TEST | TEa Source | TEa | % Bias | CV | Sigma |
Albumin | CLIA | 10 | 1.1 | 5.2 | 1.7 |
Albumin | 10% | 10 | 1.1 | 5.5 | 1.6 |
Alk Phos | CLIA | 30 | 4.0 | 7.7 | 3.4 |
Alk Phos | 30% | 30 | 4.0 | 5.9 | 4.4 |
ALT | EuBivas | 14.4 | 2.7 | 6.9 | 1.7 |
ALT | 14.4% | 14.4 | 2.7 | 4.2 | 2.8 |
Amylase | EuBivas | 13.40 | 3.3 | 5.6 | 1.8 |
Amylase | 13.4% | 13.40 | 3.3 | 5.1 | 1.97 |
AST | EuBivas | 13.40 | 3.7 | 5.8 | 1.7 |
AST | 13.4% | 13.40 | 3.7 | 5.0 | 1.9 |
Bilirubin, Direct | Ricos | 44.50 | 1.4 | 4.1 | 10.5 |
Bilirubin, Direct | 44.50% | 44.50 | 1.4 | 5.4 | 7.9 |
Bilirubin, Total | CLIA 20% or | 30.00 | 2.3 | 3.7 | 7.4 |
Bilirubin, Total | 0.4 mg/dL | 20.00 | 2.3 | 4.2 | 4.2 |
Calcium | CLIA | 11 | 2.8 | 3.8 | 2.1 |
Calcium | 1 mg/dL | 11 | 2.8 | 4.0 | 2.1 |
Cholesterol | CLIA | 10 | 3.0 | 4.4 | 1.6 |
Cholesterol | 10% | 10 | 3.0 | 4.2 | 1.7 |
Creatinine | CLIA 15% or | 15.00 | 2.3 | 4.0 | 3.2 |
Creatinine | 0.3 mg/dL | 15.00 | 2.3 | 6.9 | 1.9 |
Glucose | CLIA 10% or | 10.00 | 3.4 | 4.2 | 1.6 |
Glucose | 6 mg/dL | 10.00 | 3.4 | 5.2 | 1.3 |
HDL | CLIA | 30.00 | 2.5 | 4.3 | 6.3 |
HDL | 30% | 30.00 | 2.5 | 4.5 | 6.1 |
Phosphorous | CAP 10.7% or | 10.70 | 3.5 | 4.7 | 1.5 |
Phosphorous | 0.3 mg/dL | 10.70 | 3.5 | 4.6 | 1.6 |
Protein, Total | CAP | 10.00 | 5.8 | 12.0 | 0.4 |
Protein, Total | 10% | 10.00 | 5.8 | 10.6 | 0.4 |
Urea Nitrogen | CLIA 9% or | 9.00 | 3.5 | 5.9 | 0.9 |
Urea Nitrogen | 2.0 mg/dL | 9.00 | 3.5 | 7.0 | 0.8 |
Uric Acid | CLIA | 17.00 | 2.0 | 3.1 | 4.8 |
Uric Acid | 17% | 17.00 | 2.0 | 4.2 | 3.6 |
Yes, there are a lot of low Sigma-metrics. There are a few high Sigma-metrics, but the majority of the numbers are below 3 Sigma, typically considered the minimum acceptable performance.
Summary of Performance by Sigma-metrics Method Decision Chart
We can make visual assessments of this performance using a Normalized Sigma-metric Method Decision Chart:
Overall, it seems like imprecision here is high and a majority of these assays are worse than 3 Sigma.

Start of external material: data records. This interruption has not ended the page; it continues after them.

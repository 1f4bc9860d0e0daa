"""Arguments and options that several verbs take."""

from __future__ import annotations

from pathlib import Path
from typing import Annotated, Any

import typer

from fuelair.errors import InputError, Problem
from fuelair.gas.engines import ENGINES, EngineName

CaseFile = Annotated[Path, typer.Argument(metavar="CASE.toml", help="Case file; `fuelair new` writes one to start from.")]
EngineOption = Annotated[
    str | None,
    typer.Option(
        "--engine",
        metavar="|".join(ENGINES),
        help="Gas engine; default reference for assess, for studies compiled where numba is installed.",
    ),
]
ModelOption = Annotated[str | None, typer.Option("--model", metavar="ID", help="Model; default the headline of the case.")]
JsonOption = Annotated[
    Path | None,
    typer.Option("--json", metavar="FILE", help="Write everything as JSON; - for standard output, where nothing else goes then."),
]


def deliver(data: dict[str, Any], json_file: Path | None, case: Path) -> bool:
    """Write a result as JSON where ``--json`` says; True if that was standard output, where nothing else may go.

    ``case`` is the file that must not be replaced.
    """
    from fuelair.report import files

    if json_file is None:
        return False
    if str(json_file) == "-":
        print(files.json_text(data), end="")
        return True
    files.write_text(json_file, files.json_text(data), keep=case)
    return False


def engine_named(text: str | None) -> EngineName | None:
    """The gas engine that ``--engine`` names; None if it was not given."""
    found: list[EngineName] = [name for name in ENGINES if name == text]
    if text is not None and not found:
        raise InputError(Problem("no such gas engine", "--engine", text, " or ".join(ENGINES)))
    return found[0] if found else None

Summary of QC Design by Normalized OPSpecs chart - using primarily CLIA Goals
The benefit of the Sigma-metric approach is that labs can do more than assess their quality, they can act on it. Using OPSpecs charts, they can actually optimize their QC procedures for each test. In this case, they can use the data to try and mitigate the risk of poor performance.
For most of these points, we will need the maximum "Westgard Rules" with 8 control measurements per run. Put bluntly, there is no practical statistical quality control procedure that can help. There aren't enough "Westgard rules" to keep some of these methods in control. If we would go further to determine QC frequency using Sigma-metrics, we would find that we can't afford to run QC often enough to properly monitor these methods.
Conclusion
The paper reviewed more than a half dozen recent studies of instrument performance in India. Of these publications, the AU5800 had the worst performance than all the other studied instruments. The AU5800 had the highest number of below 3 Sigma assays of any other paper. That's not a great distinction.